Colleen - 1 year ago 63
SQL Question

# how do I set one variable equal to another in pig latin

I would like to do

register s3n://uw-cse344-code/myudfs.jar
-- load the test file into Pig
-- later you will load to other files, example:

-- parse each line into ntriples
ntriples = foreach raw generate FLATTEN(myudfs.RDFSplit3(line)) as (subject:chararray,predicate:chararray,object:chararray);

--filter 1
subjects1 = filter ntriples by subject matches '.*rdfabout\\.com.*' PARALLEL 50;
--filter 2
subjects2 = subjects1;


but I get the error:

2012-03-10 01:19:18,039 [main] ERROR org.apache.pig.tools.grunt.Grunt - ERROR 1200: mismatched input ';' expecting LEFT_PAREN

so it seems pig doesn't like that. How do I accomplish this?

i don't think that kind of 'typical' assignment works in pig. It's not really a programming language in the strict sense - it's a high-level language on top of hadoop with some specialized functions.

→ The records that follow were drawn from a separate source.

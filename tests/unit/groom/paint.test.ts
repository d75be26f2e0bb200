// The brush's arithmetic (lib/groom/place/paint.ts) and painted masks as a guide set's region
// (lib/groom/README.md, "The brush and painted masks").
import fc from 'fast-check';
import { describe, expect, it } from 'vitest';
import type { TriangleMesh } from '@/lib/field';
import { vertexFaces } from '@/lib/groom/place/geodesic';
import { decodeMask, encodeMask } from '@/lib/groom/place/maps';
import { applyDab, dabReach, facesOfMask, falloffWeight, MAP_PAINT_RANGE, MASK_PAINT_RANGE, type BrushSettings } from '@/lib/groom/place/paint';
import { setRegionMask } from '@/lib/groom/place/set-region';
import { prepareGroomSurface } from '@/lib/groom/place/surface';
import { parseGroomSpec, type GroomSpecInput } from '@/lib/groom/spec/spec';
import { gridPlane, icosphere } from '@/tests/fixtures/shapes';
import { groomOn } from './support';

const SEED = 1612;
const brush = (more: Partial<BrushSettings> = {}): BrushSettings => ({ radius: 0.2, strength: 1, falloff: 'smooth', mode: 'paint', target: 3, ...more });

/** A flat 1 × 1 grid of 40 × 40 squares (edge 0.025), centred on the origin in z = 0. */
const grid = gridPlane(40, 40);
const gridAround = vertexFaces(grid);
/** The face whose centre is nearest a point. */
function faceAt(mesh: TriangleMesh, x: number, y: number, z = 0): number {
  const tri = mesh.triangles, p = mesh.positions;
  let best = 0, bestD = Infinity;
  for (let f = 0; f < tri.length / 3; f++) {
    const cx = (p[3 * tri[3 * f]] + p[3 * tri[3 * f + 1]] + p[3 * tri[3 * f + 2]]) / 3;
    const cy = (p[3 * tri[3 * f] + 1] + p[3 * tri[3 * f + 1] + 1] + p[3 * tri[3 * f + 2] + 1]) / 3;
    const cz = (p[3 * tri[3 * f] + 2] + p[3 * tri[3 * f + 1] + 2] + p[3 * tri[3 * f + 2] + 2]) / 3;
    const d = Math.hypot(cx - x, cy - y, cz - z);
    if (d < bestD) (best = f), (bestD = d);
  }
  return best;
}

describe('a dab’s falloff', () => {
  it('smooth follows 1 − 3t² + 2t³ (the reversed smoothstep, the cubic Hermite step; from common practice), hard is 1 inside and 0 outside', () => {
    for (const t of [0, 0.1, 0.25, 0.5, 0.75, 0.9, 1]) {
      expect(falloffWeight('smooth', 2 * t, 2)).toBeCloseTo(1 - 3 * t * t + 2 * t * t * t, 14);
    }
    expect(falloffWeight('smooth', 0, 2)).toBe(1);
    expect(falloffWeight('smooth', 1, 2)).toBe(0.5);
    expect(falloffWeight('smooth', 2, 2)).toBe(0);
    expect(falloffWeight('hard', 1.999, 2)).toBe(1);
    expect(falloffWeight('hard', 2, 2)).toBe(1);
    expect(falloffWeight('hard', 2.001, 2)).toBe(0);
    expect(falloffWeight('smooth', 3, 2)).toBe(0);
  });

  it('painted from 0 toward 1 at full strength, a dab on a flat grid leaves each vertex at the falloff of its straight distance (distance along a plane is the straight one)', () => {
    const values = new Float64Array(grid.positions.length / 3);
    const centre = [0.013, -0.021, 0];
    const reach = dabReach(grid, gridAround, faceAt(grid, centre[0], centre[1]), centre, 0.2);
    applyDab(values, reach, brush({ target: 1 }), { low: 0, high: 1, blank: 0 }, grid, gridAround);
    const p = grid.positions;
    let inside = 0;
    for (let v = 0; v < values.length; v++) {
      const d = Math.hypot(p[3 * v] - centre[0], p[3 * v + 1] - centre[1]);
      if (d > 0.2) expect(values[v]).toBe(0);
      else {
        inside++;
        // Fast marching on right triangles is within a few per cent of a mean edge of the straight distance.
        expect(Math.abs(values[v] - falloffWeight('smooth', d, 0.2))).toBeLessThan(0.02);
      }
    }
    expect(inside).toBeGreaterThan(150);
  });
});

describe('where a dab reaches', () => {
  it('never beyond the radius, at least as far as the straight line, and every vertex well within the radius on a plane', () => {
    const reach = dabReach(grid, gridAround, faceAt(grid, 0.1, 0.1), [0.1, 0.1, 0], 0.15);
    const p = grid.positions;
    const reached = new Set(reach.vertices);
    reach.vertices.forEach((v, i) => {
      const straight = Math.hypot(p[3 * v] - 0.1, p[3 * v + 1] - 0.1);
      expect(reach.distances[i]).toBeLessThanOrEqual(0.15);
      expect(reach.distances[i]).toBeGreaterThanOrEqual(straight - 1e-12);
    });
    for (let v = 0; v < p.length / 3; v++) if (Math.hypot(p[3 * v] - 0.1, p[3 * v + 1] - 0.1) < 0.14) expect(reached.has(v)).toBe(true);
  });

  it('along the surface: a dab on one sheet of a hairpin fold (an ear’s two sides 0.1 apart) does not reach the other sheet', () => {
    // A 3 × 0.3 strip folded back over itself round a half circle of radius 0.05.
    const strip = gridPlane(120, 6, 3, 0.3);
    const p = Float64Array.from(strip.positions);
    const bendAt = 1.4, r = 0.05, bend = Math.PI * r;
    for (let v = 0; v < p.length / 3; v++) {
      const s = p[3 * v] + 1.5;
      if (s <= bendAt) (p[3 * v] = s), (p[3 * v + 2] = 0);
      else if (s <= bendAt + bend) {
        const a = (s - bendAt) / r;
        (p[3 * v] = bendAt + r * Math.sin(a)), (p[3 * v + 2] = r - r * Math.cos(a));
      } else (p[3 * v] = bendAt - (s - bendAt - bend)), (p[3 * v + 2] = 2 * r);
    }
    const folded: TriangleMesh = { positions: p, triangles: strip.triangles };
    const around = vertexFaces(folded);
    const centre = [0.8, 0, 0];
    const reach = dabReach(folded, around, faceAt(folded, 0.8, 0), centre, 0.3);
    expect(reach.vertices.length).toBeGreaterThan(50);
    for (const v of reach.vertices) expect(p[3 * v + 2]).toBeLessThan(1e-9);
  });
});

describe('a dab on the values', () => {
  const values = fc.array(fc.double({ min: 0, max: 10, noNaN: true }), { minLength: grid.positions.length / 3, maxLength: grid.positions.length / 3 });
  const settings = fc.record({
    radius: fc.double({ min: 0.01, max: 0.6, noNaN: true }),
    strength: fc.double({ min: 0, max: 1, noNaN: true }),
    falloff: fc.constantFrom('smooth' as const, 'hard' as const),
    mode: fc.constantFrom('paint' as const, 'smooth' as const, 'erase' as const),
    target: fc.double({ min: -5, max: 15, noNaN: true }),
  });
  const centre = fc.tuple(fc.double({ min: -0.49, max: 0.49, noNaN: true }), fc.double({ min: -0.49, max: 0.49, noNaN: true }));

  it('keeps every value within the map’s range and changes no vertex outside the reach (property)', () => {
    fc.assert(
      fc.property(values, settings, centre, (start, b, [x, y]) => {
        const v = Float64Array.from(start);
        const reach = dabReach(grid, gridAround, faceAt(grid, x, y), [x, y, 0], b.radius);
        applyDab(v, reach, b, MAP_PAINT_RANGE, grid, gridAround);
        const reached = new Set(reach.vertices);
        for (let i = 0; i < v.length; i++) {
          expect(v[i]).toBeGreaterThanOrEqual(0);
          expect(v[i]).toBeLessThanOrEqual(10);
          if (!reached.has(i)) expect(v[i]).toBe(start[i]);
        }
      }),
      { seed: SEED, numRuns: 40 },
    );
  });

  it('erase at full strength with the hard edge gives back exactly the unpainted value: 1× for a map, 0 for a mask', () => {
    fc.assert(
      fc.property(values, centre, ([...start], [x, y]) => {
        const v = Float64Array.from(start);
        const reach = dabReach(grid, gridAround, faceAt(grid, x, y), [x, y, 0], 0.3);
        applyDab(v, reach, brush({ mode: 'erase', falloff: 'hard', radius: 0.3 }), MAP_PAINT_RANGE, grid, gridAround);
        for (const i of reach.vertices) expect(v[i]).toBe(1);
        const mask = Float64Array.from(start, (s) => s / 10);
        applyDab(mask, reach, brush({ mode: 'erase', falloff: 'hard', radius: 0.3 }), MASK_PAINT_RANGE, grid, gridAround);
        for (const i of reach.vertices) expect(mask[i]).toBe(0);
      }),
      { seed: SEED, numRuns: 20 },
    );
  });

  it('smoothing keeps a constant map exactly constant (a mean of equal values is that value), for any constant and any brush', () => {
    fc.assert(
      fc.property(fc.double({ min: 0, max: 10, noNaN: true }), settings, centre, (c, b, [x, y]) => {
        const v = new Float64Array(grid.positions.length / 3).fill(c);
        const reach = dabReach(grid, gridAround, faceAt(grid, x, y), [x, y, 0], b.radius);
        expect(applyDab(v, reach, { ...b, mode: 'smooth' }, MAP_PAINT_RANGE, grid, gridAround)).toBe(0);
        expect(v.every((x) => x === c)).toBe(true);
      }),
      { seed: SEED, numRuns: 40 },
    );
  });

  it('smoothing brings a spike down toward its neighbours and lifts them, never past the spike', () => {
    const v = new Float64Array(grid.positions.length / 3).fill(1);
    const spike = 20 * 41 + 20; // the grid's centre vertex (0, 0)
    v[spike] = 5;
    const reach = dabReach(grid, gridAround, faceAt(grid, 0, 0), [0, 0, 0], 0.1);
    applyDab(v, reach, brush({ mode: 'smooth', radius: 0.1, strength: 0.5 }), MAP_PAINT_RANGE, grid, gridAround);
    // Half the way from 5 to its neighbours' mean of 1.
    expect(v[spike]).toBe(3);
    expect(v[spike + 1]).toBeGreaterThan(1);
  });

  it('paints exactly the target at full strength with the hard edge, clamped into the range', () => {
    const v = new Float64Array(grid.positions.length / 3).fill(1);
    const reach = dabReach(grid, gridAround, faceAt(grid, 0, 0), [0, 0, 0], 0.1);
    applyDab(v, reach, brush({ falloff: 'hard', target: 2.5 }), MAP_PAINT_RANGE, grid, gridAround);
    for (const i of reach.vertices) expect(v[i]).toBe(2.5);
    applyDab(v, reach, brush({ falloff: 'hard', target: 14 }), MAP_PAINT_RANGE, grid, gridAround);
    for (const i of reach.vertices) expect(v[i]).toBe(10);
  });
});

describe('a painted mask as a guide set’s region', () => {
  const sphere = icosphere(3, 1);
  const nV = sphere.positions.length / 3;
  const north = Float64Array.from({ length: nV }, (_x, v) => (sphere.positions[3 * v + 1] > 0.2 ? 1 : 0));
  const field = { singularities: [{ point: [0, 1, 0] as [number, number, number], index: 1 }, { point: [0, -1, 0] as [number, number, number], index: 1 }] };
  const specWith = (mask: Float64Array, name = 'cap'): GroomSpecInput => ({
    specVersion: 3,
    units: 'cm',
    field,
    masks: [encodeMask(name, mask, sphere)],
    guideSets: [{ name: 'crown', region: { mask: 'cap' }, guides: { density: 60, length: 0.3 } }],
  });

  it('holds the faces whose corners’ mean share is at least ½, and no other', () => {
    const faces = facesOfMask(sphere, Float64Array.from({ length: nV }, (_x, v) => (v % 2 === 0 ? 1 : 0)));
    const tri = sphere.triangles;
    for (let f = 0; f < faces.length; f++) {
      const ones = [0, 1, 2].filter((k) => tri[3 * f + k] % 2 === 0).length;
      expect(faces[f]).toBe(ones >= 2 ? 1 : 0);
    }
    const spec = parseGroomSpec(specWith(north));
    const surface = prepareGroomSurface(sphere);
    const region = setRegionMask(surface, spec, spec.guideSets![0].region, 'guideSets[0].region');
    expect(region).toEqual(facesOfMask(sphere, decodeMask(spec.masks![0], sphere)));
  });

  it('grows the set’s guides only on the masked faces', () => {
    const { guides, surface } = groomOn(sphere, specWith(north));
    expect(guides.count).toBeGreaterThan(10);
    const tri = surface.mesh.triangles;
    for (let g = 0; g < guides.count; g++) {
      const f = guides.rootFace[g];
      expect([0, 1, 2].reduce((s, k) => s + north[tri[3 * f + k]], 0)).toBeGreaterThanOrEqual(1.5);
    }
  });

  it('refuses in words a mask that covers no face, and a region naming a mask the spec lacks', () => {
    expect(() => groomOn(sphere, specWith(new Float64Array(nV)))).toThrow(/guideSets\[0\]\.region\.mask: the mask "cap" covers no face .*Paint the mask/);
    expect(() => parseGroomSpec(specWith(north, 'brow'))).toThrow(/guideSets\[0\]\.region\.mask: there is no mask named "cap"; the spec's masks are "brow"/);
    expect(() => parseGroomSpec({ ...specWith(north), guideSets: [{ name: 'a', region: { mask: 'cap', groups: ['x'] } }] })).toThrow(/either "mask" or/);
  });
});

i think you'll need to simply re-project the data from subjects1 to subjects2, such as:

subjects2 = foreach subjects1 generate $0,$1, \$2;


another approach might be to use the LIMIT function with some absurdly high parameter.

subjects2 = subjects2 LIMIT 100000000 ;

there could be a lot of reasons why that doesn't make sense, but it's a thought.

i sense you are considering doing things as you would in a programming language

• i have found that rarely works out like you want it to but you can always get the job done once you think like Pig.